**WHAT YOU HAVE TO DO**
Every line of the material below that contains the string "isArray" must appear in the answer.

**DATA FOR THIS TASK**
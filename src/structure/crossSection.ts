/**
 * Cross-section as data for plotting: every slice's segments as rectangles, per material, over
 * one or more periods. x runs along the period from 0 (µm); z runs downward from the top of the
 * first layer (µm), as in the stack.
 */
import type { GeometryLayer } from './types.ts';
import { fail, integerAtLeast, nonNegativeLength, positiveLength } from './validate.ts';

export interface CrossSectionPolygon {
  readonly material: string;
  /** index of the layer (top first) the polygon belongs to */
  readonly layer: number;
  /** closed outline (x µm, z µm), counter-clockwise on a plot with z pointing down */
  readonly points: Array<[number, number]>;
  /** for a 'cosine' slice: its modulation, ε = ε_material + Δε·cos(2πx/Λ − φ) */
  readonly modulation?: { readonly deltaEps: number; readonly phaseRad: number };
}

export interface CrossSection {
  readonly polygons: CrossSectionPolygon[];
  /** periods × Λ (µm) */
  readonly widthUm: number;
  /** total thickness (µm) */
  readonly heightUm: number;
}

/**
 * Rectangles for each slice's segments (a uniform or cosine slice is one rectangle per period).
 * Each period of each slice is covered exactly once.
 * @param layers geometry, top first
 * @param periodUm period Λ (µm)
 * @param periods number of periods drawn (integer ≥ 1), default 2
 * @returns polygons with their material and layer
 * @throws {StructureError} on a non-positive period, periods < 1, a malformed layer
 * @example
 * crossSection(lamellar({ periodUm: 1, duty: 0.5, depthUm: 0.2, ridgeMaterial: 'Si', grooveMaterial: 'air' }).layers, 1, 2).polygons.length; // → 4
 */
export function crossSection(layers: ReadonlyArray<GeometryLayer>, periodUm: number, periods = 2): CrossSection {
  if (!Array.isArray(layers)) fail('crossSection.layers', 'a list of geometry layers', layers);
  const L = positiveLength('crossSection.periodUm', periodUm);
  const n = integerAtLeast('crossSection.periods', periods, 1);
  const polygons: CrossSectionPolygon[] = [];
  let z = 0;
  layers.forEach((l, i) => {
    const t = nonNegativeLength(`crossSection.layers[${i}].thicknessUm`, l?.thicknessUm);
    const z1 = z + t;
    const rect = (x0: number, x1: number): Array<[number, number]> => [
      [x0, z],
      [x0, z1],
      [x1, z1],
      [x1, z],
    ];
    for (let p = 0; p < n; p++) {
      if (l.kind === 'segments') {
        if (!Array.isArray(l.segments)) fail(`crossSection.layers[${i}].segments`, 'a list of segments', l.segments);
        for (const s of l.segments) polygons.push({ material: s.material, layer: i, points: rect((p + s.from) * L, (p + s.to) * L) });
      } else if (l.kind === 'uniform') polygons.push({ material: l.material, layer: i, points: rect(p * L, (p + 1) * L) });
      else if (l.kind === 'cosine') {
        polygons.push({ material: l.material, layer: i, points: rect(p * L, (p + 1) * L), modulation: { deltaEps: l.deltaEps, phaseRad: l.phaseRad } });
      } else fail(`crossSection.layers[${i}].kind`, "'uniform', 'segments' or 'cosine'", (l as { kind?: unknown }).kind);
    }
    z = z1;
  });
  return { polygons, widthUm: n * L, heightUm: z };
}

**ANSWER TO THE EXERCISE**
  if (!Array.isArray(layers)) fail('crossSection.layers', 'a list of geometry layers', layers);
        if (!Array.isArray(l.segments)) fail(`crossSection.layers[${i}].segments`, 'a list of segments', l.segments);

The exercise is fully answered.